If you are a science fiction reader (like my husband is), you might have noticed a pattern throughout such literature that Artificial Intelligence being the antagonist of stories. Of course, there are a few fictional works with altruistic AIs, but they are far fewer. The fact remains that tales of science fiction and their fictional AIs offer a window to reflect upon ourselves as humankind.
In reality, though, what we commonly call “AI” is not an attempt to replicate any of the aforementioned creations of imagination. More often than not, the AIs of science fiction are self-aware & conscious; they know they are of this world. They make decisions and actions driven by this knowledge of their own existence. However, the various AI components we deal with on an everyday basis in the enterprise world are neither close to self-awareness nor attempt at that problem.
I have an anecdote to explain what I mean by this. A few years back, I happened to take an interest in neural networks. One of the fun projects I worked on was training a computer to recognize (or approximate) a hex representation from an image of color. For example, cyan must resolve to #00ffff. Here, I would like to emphasize that none of what I am about to describe was invented by me. I was merely implementing an algorithm, just as one would implement an algorithm for sorting or search. However, it is a good enough example (albeit primitive by today’s standards) to get my point across.

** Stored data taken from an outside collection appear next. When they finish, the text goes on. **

/* One cell of row `row`; -1 on corrupt input, -2 when out of memory. */
static int cell(Out *o, Column *c, int64_t row) {
    while (row >= c->chunks[c->cur].end) c->cur++;
    const Chunk *ch = &c->chunks[c->cur];
    int64_t i = ch->offset + (row - (ch->end - ch->length));
    if (c->kind == K_NULL || (ch->valid && !bit(ch->valid, i))) return 0;
    switch (c->kind) {
    case K_UTF8:
    case K_LARGE_UTF8: {
        int64_t a, b;
        if (c->kind == K_UTF8) {
            a = ((const int32_t *)ch->b1)[i];
            b = ((const int32_t *)ch->b1)[i + 1];
        } else {
            a = ((const int64_t *)ch->b1)[i];
            b = ((const int64_t *)ch->b1)[i + 1];
        }
        if (a < 0 || b < a || b > (int64_t)ch->n2) return -1;
        const uint8_t *s = ch->b2 + a;
        int64_t n = b - a;
        if (grow(o, (size_t)(2 * n + 3))) return -2;
        char *q = o->p + o->len;
        *q++ = '"';
        if (c->param && formula(s, n)) *q++ = '\'';
        /* cells are short: one pass that doubles quotes beats memchr and memcpy calls */
        for (int64_t j = 0; j < n; j++) {
            uint8_t byte = s[j];
            if (byte == '"') *q++ = '"';
            *q++ = (char)byte;
        }
        *q++ = '"';
        o->len = (size_t)(q - o->p);
        return 0;
    }
    case K_INT64: {
        if (grow(o, 24)) return -2;
        int64_t v = ((const int64_t *)ch->b1)[i];
        uint64_t u = v < 0 ? (uint64_t)0 - (uint64_t)v : (uint64_t)v;
        char digits[24];
        int nd = 0;
        do {
            digits[nd++] = (char)('0' + u % 10);
            u /= 10;
        } while (u);
        char *q = o->p + o->len;
        if (v < 0) *q++ = '-';
        while (nd) *q++ = digits[--nd];
        o->len = (size_t)(q - o->p);
        return 0;
    }
    case K_FIXED: {
        double x = ((const double *)ch->b1)[i];
        if (!isfinite(x)) return 0;
        if (grow(o, 400)) return -2;
        char *q = o->p + o->len;
        *q++ = '"';
        q += fixed(q, x, c->param);
        *q++ = '"';
        o->len = (size_t)(q - o->p);
        return 0;
    }
    case K_LABELS: { /* a dictionary column: label k's cell as the text kinds write it */
        int32_t k = ((const int32_t *)ch->b1)[i];
        if (k < 0 || k >= ch->nlabels) return -1;
        int64_t a = ch->b3[k], b = ch->b3[k + 1];
        if (a < 0 || b < a || b > (int64_t)ch->n2) return -1;
        if (grow(o, (size_t)(b - a))) return -2;
        memcpy(o->p + o->len, ch->b2 + a, (size_t)(b - a));
        o->len += (size_t)(b - a);
        return 0;
    }
    case K_BOOL: {
        if (grow(o, 5)) return -2;
        const char *t = bit(ch->b1, i) ? "true" : "false";
        size_t n = strlen(t);
        memcpy(o->p + o->len, t, n);
        o->len += n;
        return 0;
    }
    }
    return -1;
}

To teach a machine to identify a hex string from an image of color, you first need a bunch of images that represent colors. I performed the implementation expecting to resolve a hex string to one of 4 values: cyan, purple, magenta, and peach. The algorithm called for a three-level structure: a bottom layer with inputs, a ‘top’ layer with the output, and a middle layer of ‘logic’ nodes. Each input fed into every logic node and was assigned a “weight”. Each logic node, in turn, had a weighted connection to an output node. The weights act as simple multipliers, such that logic node 1 would get Input Node 1 * weight (w1,0) + Input Node 2 * weight (w2,0) and so on. All the subsequent logic nodes would also derive mathematical values from similar formulae.
The idea is that you could feed an image to the input nodes; some math would happen in the whole system. This would result in a number for each output node representing the ‘likelihood’ of that output. So, if you fed in cyan as your input, you want the value associated with the cyan output to be the highest.
You would provide the system with a known set of inputs and outputs and a ‘correction algorithm’. The system is started up with a predefined combination of weights and fed a series of known inputs. Depending on the actual output and the desired outcome, weights are adjusted using a formula — for simplicity, something like multiply by 0.8 if the wrong output is produced, but divided by 0.8 if the right output is produced. Assuming the feedback algorithm is robust enough, the system, given sufficient time, will arrive at a combination of weights that will produce the desired output every time!
However, having done all of this, if I introduce a new desired output, say beige, and feed in its corresponding input, the system will most likely produce the wrong output. I can, however, train the system again by feeding it this new known input and output. It would arrive at a unique combination of weights that produce the required output for all the old values AND the new value.
Modern neural networks are much, much more complicated than this description, but similar intuitions still hold. One can imagine that a small system iterating over a small dataset in the example would very likely get the outcome for a previously unseen input very wrong. However, do this over a large enough dataset, with a smart enough feedback algorithm, and you could have a system that can make a good ‘guess’ for an input it has never seen before. This is called ‘supervised machine learning’, where we train a system using a labeled set of data that we already know the answers to. This is the typical “AI” at work in the enterprise space today.
This post suggests that to solve problems, such as the one described above, there is no attempt at cognition or self-awareness in play. Instead, these are robust mathematical approaches to build complex functions that can provide desired output for a given pool of inputs. Given enough horsepower and a large, varied, and accurate training set, such models can “solve” some fascinating problems. While I recognize that there are people out there working on truly cognitive AI, AI in the enterprise software industry that we use to solve our real-world problems today is far from the mystical AI characters we have created in our minds.